# 10060 vs 10061



## annevan1213 (Apr 20, 2015)

Please help me determine the difference.  My physician is stating she is charging a complex I&D because she placed packing.  I am not sure that is the determining factor.  Coder's Desk Reference states Report 10061 for complex or multiple cysts.  Here is her procedure note.

I&D of Abscess:  Date--4/20/2015

Op consent form signed by patient.

Local anesthesia with 1 %  Lidocaine with epi

Pt.
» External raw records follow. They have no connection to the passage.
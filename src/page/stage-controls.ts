import type { TimedMessage } from '../midi/bytes.js';
import type { Router } from '../router/router.js';
import type { ControlledSpeller } from '../spelling/controlled.js';
import { parseKey } from '../spelling/keys.js';
import { UserError } from '../util/errors.js';
import type { StageControl, StageControlResult } from './stage-state.js';

/** What the page's requests act on: the same speller and engine the pedals act on. */
export interface ControlTargets {
  readonly speller: ControlledSpeller;
  readonly router: Router;
  /** Sends the engine's messages on to the synth (the bridge's `send`). */
  readonly send: (messages: readonly TimedMessage[]) => void;
  readonly clock: () => number;
  /** Moves through a concert programme; without one the page is told there is nowhere to go. */
  readonly piece?: ((step: 1 | -1) => StageControlResult) | undefined;
}

const OK: StageControlResult = { ok: true };

/**
 * The one place a page request becomes an engine action: each does what the matching pedal
 * action does (flip and freeze set the speller's latches, set-key sets the key, 12-ET comparison
 * and panic go through the router), so the page and the pedals never disagree.
 */
export function applyStageControl(control: StageControl, targets: ControlTargets): StageControlResult {
  const { speller, router } = targets;
  switch (control.kind) {
    case 'panic':
      targets.send(router.panic(targets.clock(), 'panic on the stage page'));
      return OK;
    case 'flip':
      speller.flip = control.on;
      return OK;
    case 'freeze':
      speller.setFrozen(control.on);
      return OK;
    case 'set-key':
      try {
        speller.setKey(parseKey(control.key));
      } catch (error) {
        if (error instanceof UserError) return { ok: false, reason: error.message };
        throw error;
      }
      return OK;
    case 'compare-12et':
      if (router.passing !== control.on) targets.send(router.act(targets.clock(), 'pass'));
      return OK;
    case 'piece':
      return targets.piece?.(control.step) ?? { ok: false, reason: 'no concert programme: there is only this piece' };
  }
}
Prepped with betadine if not allergic to iodine, and rubbing alcohol.
Using sterile technique, I & D performed with #11 blade.   
Abscess opened with hemostats and drained.   
Packing gauze applied into wound.
Dressed with gauze.
Procedure well tolerated with no complications.
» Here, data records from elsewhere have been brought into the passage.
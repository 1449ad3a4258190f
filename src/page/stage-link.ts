import { networkInterfaces } from 'node:os';
import { createRequire } from 'node:module';
import { buildChart } from '../chart/chart.js';
import { chartSvg } from '../chart/chart-svg.js';
import type { TimedMessage } from '../midi/bytes.js';
import { parseFifthsRange } from '../pitch/index.js';
import type { Router, RouterEvent } from '../router/router.js';
import type { ControlledSpeller } from '../spelling/controlled.js';
import { DEFAULT_WOLF_LIMITS, type Reference, type Tuning } from '../tuning/index.js';
import type { BridgeNotice } from '../io/port-notice.js';
import { PAGE_UPDATES_PER_SECOND, PageServer, isLoopback } from './page-server.js';
import { applyStageControl } from './stage-controls.js';
import { lonePiece, StageTracker, stageStateOf, type StageSources } from './stage-view.js';
import type { StageControlResult, StagePiece } from './stage-state.js';

/** What `play --page` and the demo ask for. */
export interface StagePageRequest {
  readonly port: number;
  /** Listen here instead of 127.0.0.1; a token is then required. */
  readonly host?: string | undefined;
  /** When the port is taken, take any free one instead of failing (the demo). */
  readonly anyPortIfTaken?: boolean | undefined;
  readonly pieceTitle: string;
  readonly tuningId: string;
  readonly tuningName: string;
}

/** The session's parts the page reads and acts on. */
export interface StageSessionParts {
  readonly router: Router;
  readonly speller: ControlledSpeller;
  readonly tuning: Tuning;
  readonly reference: Reference;
  readonly strategy: string;
  readonly send: (messages: readonly TimedMessage[]) => void;
  readonly clock: () => number;
  readonly synthConnected: () => boolean;
  /** Moves through a concert programme (the next-piece and previous-piece actions); absent without one. */
  readonly piece?: ((step: 1 | -1) => StageControlResult) | undefined;
}

/** The session's side of the page: hears events and notices, builds and publishes the state while a page is open. */
export interface StageLink {
  readonly server: PageServer;
  /** Lines for the terminal: the address (and a QR code of it when the page is open to the network). */
  readonly banner: string;
  attach(parts: StageSessionParts): void;
  event(e: RouterEvent): void;
  notice(n: BridgeNotice): void;
  stop(): Promise<void>;
}

const require = createRequire(import.meta.url);
const qrcode = require('qrcode-terminal') as { generate(text: string, options: { small: boolean }, done: (qr: string) => void): void };

/** The address as a QR code of terminal characters (qrcode-terminal), for a tablet's camera. */
export function qrText(url: string): string {
  let text = '';
  qrcode.generate(url, { small: true }, (qr) => (text = qr));
  return text;
}

/** Where a tablet on the network can reach a page listening on every address (0.0.0.0). */
function networkUrls(server: PageServer): string[] {
  const urls: string[] = [];
  for (const list of Object.values(networkInterfaces())) {
    for (const a of list ?? []) if (a.family === 'IPv4' && !a.internal) urls.push(server.url.replace('://127.0.0.1:', `://${a.address}:`));
  }
  return urls.length > 0 ? urls : [server.url];
}

function noticeWords(n: BridgeNotice): string {
  if (n.kind === 'send-failed') return `a message could not be sent to the synth: ${n.error}`;
  const what = n.change.type === 'input' ? 'the input' : 'the synth';
  return `${what} "${n.change.name}" was ${n.change.kind === 'connected' ? 'plugged in' : 'unplugged'}: ${n.action}`;
}

/**
 * Starts the stage page for a session. The state is built from the session at most
 * ~30 times a second and only while a page is connected; the MIDI path only hands events to the
 * tracker (a map update).
 */
export async function openStagePage(request: StagePageRequest): Promise<StageLink> {
  const server = new PageServer();
  try {
    await server.start({ host: request.host, port: request.port });
  } catch (error) {
    if (!request.anyPortIfTaken) throw error;
    await server.start({ host: request.host, port: 0 });
  }
  const open = request.host !== undefined && !isLoopback(request.host);
  const urls = open && request.host === '0.0.0.0' ? networkUrls(server) : [server.url];
  const banner = [`stage page: ${urls.join('  ')}${open ? '  (open to the network: the address carries its token)' : ''}`, ...(open ? [qrText(urls[0] ?? server.url)] : [])].join('\n');
  let sources: StageSources | undefined;
  let tracker: StageTracker | undefined;
  let timer: NodeJS.Timeout | undefined;
  const pending: RouterEvent[] = [];
  // A programme's piece and a tuning changed while playing: what the page shows from then on.
  let piece: StagePiece = lonePiece(request.pieceTitle);
  let tuning: Extract<RouterEvent, { type: 'tuning' }> | undefined;
  let strategy: string | undefined;
  const picture = (t: Tuning, reference: Reference, name: string): string =>
    chartSvg(buildChart({ tuning: t, reference, range: parseFifthsRange('Gb..A#'), octave: 4, wolfLimits: DEFAULT_WOLF_LIMITS }), { title: name });
  let drawn: { readonly tuning: Tuning; readonly reference: Reference; readonly svg: string } | undefined;
  /** The sources as they are now: the piece and tuning in force replace those the session began with. */
  const current = (base: StageSources): StageSources => {
    const withPiece = { ...base, piece, strategy: strategy ?? base.strategy };
    if (!tuning) return withPiece;
    const t = tuning;
    if (!drawn || drawn.tuning !== t.tuning || drawn.reference !== t.reference) drawn = { tuning: t.tuning, reference: t.reference, svg: picture(t.tuning, t.reference, t.name) };
    return { ...withPiece, tuning: t.tuning, reference: t.reference, tuningId: t.tuningId, tuningName: t.name, picture: drawn.svg };
  };
  return {
    server,
    banner,
    attach(parts) {
      const router = parts.router;
      tracker = new StageTracker();
      for (const e of pending.splice(0)) tracker.event(e);
      sources = {
        router,
        speller: parts.speller,
        tuning: parts.tuning,
        reference: parts.reference,
        tuningId: request.tuningId,
        tuningName: request.tuningName,
        strategy: parts.strategy,
        piece: lonePiece(request.pieceTitle),
        picture: picture(parts.tuning, parts.reference, request.tuningName),
        synthConnected: parts.synthConnected,
      };
      server.onControl((control) => applyStageControl(control, { speller: parts.speller, router, send: parts.send, clock: parts.clock, piece: parts.piece }));
      const ready = sources;
      const live = tracker;
      timer = setInterval(() => {
        if (server.connections > 0) server.publish(stageStateOf(current(ready), live, parts.clock()));
      }, Math.ceil(1000 / PAGE_UPDATES_PER_SECOND));
    },
    event(e) {
      if (e.type === 'piece') strategy = e.strategy;
      if (e.type === 'piece') piece = { title: e.title, index: e.index, count: e.count, canPrevious: e.index > 0, canNext: e.index < e.count - 1 };
      if (e.type === 'tuning') tuning = e;
      if (tracker) tracker.event(e);
      else pending.push(e);
    },
    notice(n) {
      tracker?.warn(noticeWords(n));
    },
    async stop() {
      if (timer) clearInterval(timer);
      // The page sees the last state (every note ended) before the server goes.
      if (sources && tracker && server.connections > 0) server.publish(stageStateOf(current(sources), tracker, performance.now()));
      await server.stop();
    },
  };
}
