import { DEFAULT_PAGE_PORT } from './page-server.js';
import type { StagePageRequest } from './stage-link.js';

/** The stage page's command-line options (`--page [PORT]`, `--page-host ADDRESS`; the demo also has `--no-page`). */
export interface StagePageCli {
  /** A port, `true` for the default, `false` from `--no-page`. */
  page?: number | boolean;
  pageHost?: string;
}

/** The page asked for on the command line, or undefined when none was. `--page-host` alone means the default port. */
export function stagePageRequest(cli: StagePageCli, about: Pick<StagePageRequest, 'pieceTitle' | 'tuningId' | 'tuningName'>, byDefault = false): StagePageRequest | undefined {
  if (cli.page === false) return undefined;
  if (cli.page === undefined && cli.pageHost === undefined && !byDefault) return undefined;
  const port = typeof cli.page === 'number' ? cli.page : DEFAULT_PAGE_PORT;
  return { port, host: cli.pageHost, anyPortIfTaken: byDefault && typeof cli.page !== 'number', ...about };
}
CPT guidelines aren't clear either.  

Thank you!


----------



## moore509 (Apr 20, 2015)

I would use 10060 because the note indicates that there was not multiple abscesses.  Dressing/packing the wound does not make it complex.  If the physician disagrees, I would have her sign a form (something like a query form) stating that the draining of the abscess was complex.

Hope that helps!


----------



## annevan1213 (Apr 20, 2015)

Thank you, this does help.  I agree that it should be 10060.  It was a query form that she described her decision for complex so I quess I have to go with that for now.  But I will talk with her about the difference and see if she agrees moving forward.

Thanks!


----------



## monicahkfan (Apr 21, 2015)

If packing is placed we code cpt 10061.  Your note supports cpt 10061.


----------



## jdibble (Apr 21, 2015)

I grabbed this from a previous post on this forum:

Excerpt from CPT Assistant...

Surgery: Integumentary System

Question: Many of the incision and drainage codes (ie, 10060-10140, 10180) include one code for simple procedures and one code for complicated procedures. Does the CPT code set define these terms? 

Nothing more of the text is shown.